I'd say your concerns are valid. How many cups have you pressed in prior to this? What were you using for the installation?


----------



## Waspinator (Jul 5, 2013)

mikerp said:


> I'd say your concerns are valid. How many cups have you pressed in prior to this? What were you using for the installation?


I had pressed in four or five headsets. Never had to press in a bb before, much less on a CF frame.

I was using a Park Tools headset press (i.e. the large one), which I know is perfectly acceptable for pressing in a BB.

My problem is that, even if the frame wasn’t cracked in the process, common friggin’ sense would tell anyone that the bottom bracket shell is under a hell of a lot of stress, and that riding on it will be too much for it.

Whoever came up with this idiotic system should be caned. They tried to re-design the wheel, and came up with a square.


----------



## cxwrench (Nov 9, 2004)

They hardly ever start out perfectly straight, and sometimes make noise. If you don't see any damage at this point I seriously doubt you'll have any problems riding it. Is is smooth when you spin it? If so, you're good. If it has spots w/ more resistance than others one or both of your cups aren't properly aligned. If it's smooth but only spins once, don't worry about it...it's new bearings.


----------



## Waspinator (Jul 5, 2013)

cxwrench said:


> They hardly ever start out perfectly straight, and sometimes make noise. If you don't see any damage at this point I seriously doubt you'll have any problems riding it. Is is smooth when you spin it? If so, you're good. If it has spots w/ more resistance than others one or both of your cups aren't properly aligned. If it's smooth but only spins once, don't worry about it...it's new bearings.




Cxwrench

When you say they often start out making noise? What kind of noise? And when? As you press them in?

I removed the cranks and checked the bearings by hand. Both of the inner races were difficult to turn with my finger. I pressed the cups in a touch more, and the drive side cup became flush with the frame. Lo- and behold, the inner race of that bearing was much easier to turn with my finger.

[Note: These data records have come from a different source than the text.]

"""What becomes of each component: unchanged, moved, to be cut, to be welded, new or gone, with the pieces of steel."""

from __future__ import annotations

from collections.abc import Iterator, Sequence
from dataclasses import dataclass

import numpy as np

from moldgen.errors import KernelError
from moldgen.finding import Finding, Severity
from moldgen.kernel.body import Body
from moldgen.kernel.measure import bounding_box
from moldgen.kernel.piece_measure import depth_from, point_inside
from moldgen.kernel.place import moved, turned
from moldgen.kernel.solid_difference import DifferentPiece, SolidDifference, fine_body, solid_difference
from moldgen.model.part import UPRIGHT, Box, Vector, vector
from moldgen.model.revision import ComponentChange, Fate, SteelPiece, Work
from moldgen.model.tool import Role
from moldgen.revision.causes import Causes
from moldgen.revision.components import BLOCKS, SMALL_PARTS, Match, matched
from moldgen.revision.placing import Placing
from moldgen.revision.shared_block import shared_upright, turned_by_deg
from moldgen.revision.tool_record import ToolRecord

STANDS_STILL = 1e-3
"""mm: a component that stands this near to its old place did not move (our choice)."""

MUST_GROW = "the block must grow"
"""How the note of a block begins for which the old one is too small."""

OFF_SIDE = 0.05
"""mm of steel inside an outer side of a block that are left out where the sides of both blocks differ (our choice)."""


@dataclass(frozen=True, eq=False)
class ComparedComponent:
    """One component; where steel is cut or welded, with its solids: as it is to be, and one body a piece."""

    change: ComponentChange
    steel: Body | None = None
    pieces: tuple[Body, ...] = ()


def compare_steel(
    old: ToolRecord, new: ToolRecord, placing: Placing, causes: Causes
) -> tuple[list[ComparedComponent], tuple[Finding, ...]]:
    """Return what becomes of every steel component, and what could not be compared.

    Raises
    ------
    PartError : a STEP file is damaged
    """
    found: list[ComparedComponent] = []
    findings: list[Finding] = []
    for match in matched(old, new, placing):
        if not placing.upright and match.old is not None and match.new is not None:
            found.append(_whole(match, Fate.NEW, "the tools open along different axes: nothing fits"))
            continue
        try:
            found.append(_compared(match, (old, new), placing, causes))
        except KernelError as error:
            findings.append(_not_compared(match, error))
            found.append(_whole(match, Fate.NOT_COMPARED, error.what))
    return found, tuple(findings)


def _compared(
    match: Match, tools: tuple[ToolRecord, ToolRecord], placing: Placing, causes: Causes
) -> ComparedComponent:
    if match.old is None or match.new is None:
        return _whole(match, Fate.GONE if match.new is None else Fate.NEW)
    shift = match.shift or (0.0, 0.0, 0.0)
    still = max(map(abs, shift)) <= STANDS_STILL
    if placing.rotation == UPRIGHT and match.old.digest == match.new.digest:
        return _whole(match, Fate.UNCHANGED if still else Fate.MOVED, "" if still else _moved_by(shift))
    now = match.now[0]
    standing = moved(match.new.solid, now.at) if any(now.at) else match.new.solid
    before = placing.solid(moved(match.old.solid, match.old.positions[match.was[0].number - 1]))
    if match.new.role in SMALL_PARTS and not still:
        before = moved(before, shift)  # a pin is compared where it goes, not where it stood
    steel, was = fine_body(standing), fine_body(before)
    clip, outside = _clip(match, tools, placing)
    made = solid_difference(was, steel, clip)
    if not made.none and still and match.new.role not in BLOCKS:
        elsewhere = _moved_whole(was, steel)
        if elsewhere is not None:
            return _whole(match, Fate.MOVED, _moved_by(elsewhere), elsewhere)
    if made.none and outside.startswith(MUST_GROW):
        return _whole(match, Fate.NEW, outside)  # its form stays, and yet the old block is too small for it
    if made.none:
        fate, note = (Fate.UNCHANGED, outside) if still else (Fate.MOVED, _moved_by(shift))
        return _whole(match, fate, note)
    return _with_pieces(_Made(match, made, was, steel, still), causes, outside)


@dataclass(frozen=True, eq=False)
class _Made:
    """A component whose solids differ: the old one where it is compared, and the new one."""

    match: Match
    made: SolidDifference
    was: Body
    steel: Body
    still: bool


def _with_pieces(made: _Made, causes: Causes, outside: str) -> ComparedComponent:
    """Return a component with all pieces of all its copies, cut before weld, the largest first."""
    match = made.match
    fate = Fate.WELD if made.made.weld else Fate.CUT
    note = outside or ("" if made.still else _moved_by(match.shift or (0.0, 0.0, 0.0)))
    if outside.startswith(MUST_GROW):
        fate = Fate.NEW
    if match.new is not None and match.new.role in SMALL_PARTS and fate is Fate.WELD:
        longer = made.steel.box[1][2] - made.steel.box[0][2] - (made.was.box[1][2] - made.was.box[0][2])
        other = f"{abs(longer):.3f} mm {'longer' if longer > 0 else 'shorter'}" if abs(longer) > STANDS_STILL else ""
        words = ", ".join(w for w in (other or "of another form", "" if made.still else note) if w)
        text = f"{words}: take another one, it is not worth welding"
        return _whole(match, Fate.NEW, text)
    pieces: list[SteelPiece] = []
    bodies: list[Body] = []
    for work, found in ((Work.CUT, made.made.cut), (Work.WELD, made.made.weld)):
        for number, piece in enumerate(found):
            for piece_told, body in _copies(made, work, piece, number * len(match.now), causes):
                pieces.append(piece_told)
                bodies.append(body)
    return ComparedComponent(_change(match, fate, tuple(pieces), note), made.steel, tuple(bodies))


def _copies(
    made: _Made, work: Work, piece: DifferentPiece, before: int, causes: Causes
) -> Iterator[tuple[SteelPiece, Body]]:
    """Yield one piece for each copy of the component; `before` pieces of this work have been told of already."""
    now = made.match.now
    body = fine_body(piece.solid)
    depth, inside = depth_from(body, made.was), point_inside(body)
    for number, copy in enumerate(now, start=before + 1):
        by = _difference(copy.at, now[0].at)
        # a copy with geometry of its own: STEP would hold shared geometry once only
        here = body if not any(by) else fine_body(turned(piece.solid, UPRIGHT, by))
        low, high = bounding_box(here.solid)
        at, box = vector(inside + by), (vector(low), vector(high))
        name = copy.name if len(copy.part.positions) > 1 else copy.part.name
        told = SteelPiece(
            component=name,
            work=work,
            number=number,
            volume_mm3=piece.volume_mm3,
            depth_mm=depth,
            at=at,
            at_part=causes.frame.to_part(at),
            box=box,
            exact=piece.exact,
            file=f"step/{work.value}_{name.replace(' ', '_')}_{number}.step",
            cause=causes.of(box),
        )
        yield told, here


def _moved_whole(was: Body, steel: Body) -> Vector | None:
    """Return how far a component built in place moved, if it is the same solid at another place; else None."""
    (old_low, old_high), (low, high) = was.box, steel.box
    by = low - old_low
    if np.abs((high - low) - (old_high - old_low)).max() > 1e-4 or np.abs(by).max() <= STANDS_STILL:
        return None
    there = fine_body(moved(was.solid, vector(by)))
    return vector(by) if solid_difference(there, steel).none else None


def _clip(
    match: Match, tools: tuple[ToolRecord, ToolRecord], placing: Placing
) -> tuple[tuple[np.ndarray, np.ndarray] | None, str]:
    """Return the box that both blocks share, open where their sides are in one plane, and what to say of them."""
    if match.new is None or match.new.role not in BLOCKS:
        return None, ""
    if not placing.square:
        return _clip_turned(match.new.role, tools, placing)
    (old_low, old_high), (low, high) = (np.array(b) for b in (placing.box(tools[0].block), tools[1].block))
    (clip_low, clip_high), apart = _inside_both(match.new.role, placing.box(tools[0].block), tools[1].block)
    if not apart.any():
        return None, ""
    grown = (high - low) - (old_high - old_low)
    if (np.where(apart, grown, 0.0) > STANDS_STILL).any():
        was, now = (" x ".join(f"{v:g}" for v in np.round(b - a, 3)) for a, b in ((old_low, old_high), (low, high)))
        note = f"{MUST_GROW} from {was} to {now} mm, unless the spec keeps its size (blocks)"
    elif (grown < -STANDS_STILL).any():
        note = "a smaller block would do: the old one can stay"
    else:
        middle = 0.5 * (low + high - old_low - old_high)
        note = f"the form stands off the block's middle by {middle[0]:.3f}, {middle[1]:.3f} mm: the block can stay"
    return (clip_low, clip_high), note


def _inside_both(role: Role, old: Box, new: Box) -> tuple[tuple[np.ndarray, np.ndarray], np.ndarray]:
    """Return the box just inside the sides of both blocks, and along which axes it bounds, (3,) bool.

    A side in one plane does not bound, and none where the halves meet: there each half has its own steel.
    """
    (old_low, old_high), (low, high) = (np.array(b) for b in (old, new))
    outer_low, outer_high = np.array([True, True, role is Role.CORE]), np.array([True, True, role is Role.CAVITY])
    apart_low, apart_high = (np.abs(low - old_low) > 1e-6) & outer_low, (np.abs(high - old_high) > 1e-6) & outer_high
    clip_low = np.where(apart_low, np.maximum(low, old_low) + OFF_SIDE, -np.inf)
    clip_high = np.where(apart_high, np.minimum(high, old_high) - OFF_SIDE, np.inf)
    return (clip_low, clip_high), apart_low | apart_high


def _clip_turned(
    role: Role, tools: tuple[ToolRecord, ToolRecord], placing: Placing
) -> tuple[tuple[np.ndarray, np.ndarray] | None, str]:
    """Return an upright box that both blocks share although one is turned to the other, and what to say of that."""
    by = f"the blocks stand turned to each other by {turned_by_deg(placing):.1f} deg"
    (part,) = (c for c in tools[1].components if c.role is Role.PART)
    low, high = bounding_box(part.solid)
    old, new = tools[0].block, tools[1].block
    found = shared_upright(old, new, placing, (vector(low), vector(high)))
    if found is None:
        return None, f"{by}: compared with their outsides"
    (bottom, top), _ = _inside_both(role, placing.box(old), new)
    box = np.array([*(found[0] + OFF_SIDE), bottom[2]]), np.array([*(found[1] - OFF_SIDE), top[2]])
    return box, f"{by}: compared inside the box that both share"


def _whole(match: Match, fate: Fate, note: str = "", shift: Vector | None = None) -> ComparedComponent:
    """Return a component without pieces."""
    return ComparedComponent(_change(match, fate, (), note, shift))


def _change(
    match: Match, fate: Fate, pieces: tuple[SteelPiece, ...], note: str, shift: Vector | None = None
) -> ComponentChange:
    part = match.new or match.old
    if part is None:
        raise LookupError("a match of nothing")
    was = match.old.material if match.old is not None else ""
    if match.old is not None and match.new is not None and was != part.material:
        note = "; ".join(n for n in (note, f"steel {part.material} instead of {was}") if n)
    return ComponentChange(
        old=match.names[0],
        new=match.names[1],
        role=part.role.value,
        fate=fate,
        pieces=pieces,
        shift=shift or match.shift,
        count_old=len(match.was),
        count_new=len(match.now),
        material=part.material,
        was_material=was,
        note=note,
    )


def _not_compared(match: Match, error: KernelError) -> Finding:
    name = (match.new or match.old).name  # type: ignore[union-attr]
    return Finding(
        code="compare.not_compared",
        severity=Severity.WARNING,
        message=f"{name} could not be compared: {error.what}",
        where=name,
        remedy="lay the two STEP files over each other in a CAD system",
    )


def _moved_by(shift: Sequence[float]) -> str:
    return "moved by " + ", ".join(f"{v + 0.0:.3f}" for v in np.round(shift, 3)) + " mm"


def _difference(a: Vector, b: Vector) -> Vector:
    return (a[0] - b[0], a[1] - b[1], a[2] - b[2])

I couldn’t seem to get the non-drive side cup to become flush with the frame (not without squeezing the press to the point I’d fear for my life). And the non-drive-side bearing continues to be very difficult to turn with my finger.

Do you still think it’s an issue of new bearings? Personally, I think it’s an issue of the non-drive-side cup being in slightly crooked, and this is squeezing the bearing in an unnatural way.

Dammit, I cannot overstate my absolute disgust with this pressfit and bb30 nonsense.


----------



## BikeLayne (Apr 4, 2014)

The only solution that I can see is to take it in to the shop and have them disassemble, inspect and go from there. Your situation is not a place I would want to go for sure. Luckily my bottom bracket just threads on so I will not have to experience that one. Good luck and hopefully your super frame is not cracked.


----------



## The_Apprentice (Jun 15, 2014)

There are several possible Reasons for the loud popping noises.
But in my experience, it could be 1 of 3 things.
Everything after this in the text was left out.